> [Information provided]:
#[test]
fn limits_and_motors() {
    let xml = format!(
        "<robot name=\"r\"><link name=\"a\">{MASS}</link><link name=\"b\">{MASS}</link>
         <joint name=\"j\" type=\"revolute\"><parent link=\"a\"/><child link=\"b\"/><axis xyz=\"0 3 4\"/>
         <limit lower=\"-1\" upper=\"2\" effort=\"0\" velocity=\"0\"/><dynamics damping=\"0.2\" friction=\"0.3\"/></joint></robot>"
    );
    let model = plain(&xml);
    let j = &model.joints[0];
    assert_eq!((j.kind, j.position, j.effort, j.speed), (JointKind::Revolute, Some((-1.0, 2.0)), None, None));
    assert_eq!((j.viscous_friction, j.coulomb_friction, j.actuated), (0.2, 0.3, true));
    assert!((j.axis - Vec3::new(0.0, 0.6, 0.8)).amax() < 1e-16);
    assert_eq!(model.remarks.len(), 2);
    assert!(model.remarks[0].contains("effort limit 0"), "{:?}", model.remarks);
    let line = TorqueSpeedLine { stall: 9.0, no_load_speed: 30.0 };
    let spec = JointSpec {
        rotor_inertia: Some(0.01),
        viscous_friction: Some(0.0),
        torque_speed: Some(line),
        actuated: Some(false),
        position: Some((-0.5, 0.5)),
        effort: Some(7.0),
        ..JointSpec::named("j")
    };
    let model = read(&xml, &ModelOptions { joints: vec![spec], ..ModelOptions::default() });
    let j = &model.joints[0];
    assert_eq!((j.rotor_inertia, j.viscous_friction, j.coulomb_friction), (0.01, 0.0, 0.3));
    assert_eq!((j.torque_speed, j.actuated, j.position, j.effort), (Some(line), false, Some((-0.5, 0.5)), Some(7.0)));
    assert_eq!(model.remarks.len(), 1);
}

#[test]
fn what_is_not_understood_is_listed() {
    let xml = format!(
        "<robot name=\"r\" xmlns:x=\"urn:x\"><link name=\"a\">{MASS}<visual/><visual/><collision><geometry/></collision></link>
         <transmission/><x:joint/><link name=\"b\">{MASS}</link><joint name=\"j\" type=\"continuous\"><parent link=\"a\"/><child link=\"b\"/>
         <dynamics dampning=\"3\"/></joint></robot>"
    );
    let model = plain(&xml);
    let expected = [
        "ignored: <collision> (1)",
        "ignored: <joint> (1)",
        "ignored: <transmission> (1)",
        "ignored: <visual> (2)",
        "ignored: attribute \"dampning\" of <dynamics> (1)",
    ];
    assert_eq!(model.remarks, expected);
}

#[test]
fn same_content_same_id() {
    let a = r#"<robot name="r"><link name="a"><inertial><mass value="1"/><inertia ixx="1" ixy="0" ixz="0" iyy="1" iyz="0" izz="1"/></inertial></link>
      <link name="b"><inertial><mass value="2"/><inertia ixx="1" ixy="0" ixz="0" iyy="1" iyz="0" izz="1"/></inertial></link>
      <joint name="j" type="revolute"><parent link="a"/><child link="b"/><origin xyz="0 0.1 0" rpy="0 0 0"/><limit lower="-1" upper="1" effort="10" velocity="5"/></joint></robot>"#;
    // White space, comments, attribute order, number spelling, defaults written out.
    let b = r#"<?xml version="1.0"?> <!-- hello -->
      <robot name='r'> <link name="a"><inertial><inertia izz="1e0" iyz="-0" iyy="1." ixz="0.0" ixy="0" ixx="10e-1"/><mass value="1.000"/></inertial></link>
      <joint type="revolute" name="j"><child link="b"/><parent link="a"/><limit velocity="5" effort="1e1" upper="+1" lower="-1.0"/>
      <axis xyz="1  0 0"/><origin xyz=" 0 .1 -0 "/></joint>
      <link name="b"><inertial><mass value="2"/><inertia ixx="1" ixy="0" ixz="0" iyy="1" iyz="0" izz="1"/></inertial></link></robot>"#;
    assert_eq!(plain(a), plain(b));
    let id = plain(a).id;
    assert!(id.len() == 34 && id.starts_with("m-"), "{id}");
    // An option that says what the URDF says is the same content.
    let same = JointSpec { effort: Some(10.0), actuated: Some(true), ..JointSpec::named("j") };
    assert_eq!(read(a, &ModelOptions { joints: vec![same], ..ModelOptions::default() }).id, id);
    let mut ids = vec![id];
    for (from, to) in [
        ("value=\"2\"", "value=\"2.0000000000000004\""),
        ("name=\"r\"", "name=\"s\""),
        ("0.1", "0.2"),
        ("effort=\"10\"", "effort=\"11\""),
        ("revolute", "prismatic"),
        ("</robot>", "<gazebo/></robot>"),
    ] {
        ids.push(plain(&a.replacen(from, to, 1)).id);
    }
    let sole = |shape| SoleSpec { name: "s".into(), link: "b".into(), placement: Pose::identity(), shape };
    let square = Polygon::new(vec![[0.0, 0.0], [0.1, 0.0], [0.1, 0.1]]).expect("a triangle");
    let specs = [
        JointSpec { locked_at: Some(0.0), ..JointSpec::named("j") },
        JointSpec { rotor_inertia: Some(1.0), ..JointSpec::named("j") },
        JointSpec { actuated: Some(false), ..JointSpec::named("j") },
    ];
    ids.extend(specs.map(|spec| read(a, &ModelOptions { joints: vec![spec], ..ModelOptions::default() }).id));
    ids.push(read(a, &ModelOptions { fixed_base: true, ..ModelOptions::default() }).id);
    for shape in [SoleShape::Point, SoleShape::Polygon(square)] {
        ids.push(read(a, &ModelOptions { soles: vec![sole(shape)], ..ModelOptions::default() }).id);
    }
    let count = ids.len();
    ids.sort();
    ids.dedup();
    assert_eq!(ids.len(), count);
}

> [Exercise brief]: Give only the lines from the one holding "<!-- hello -->" through the one holding "<robot name='r'> <link", each restated exactly as it appears above.

> [Expected answer]:
    let b = r#"<?xml version="1.0"?> <!-- hello -->
      <robot name='r'> <link name="a"><inertial><inertia izz="1e0" iyz="-0" iyy="1." ixz="0.0" ixy="0" ixx="10e-1"/><mass value="1.000"/></inertial></link>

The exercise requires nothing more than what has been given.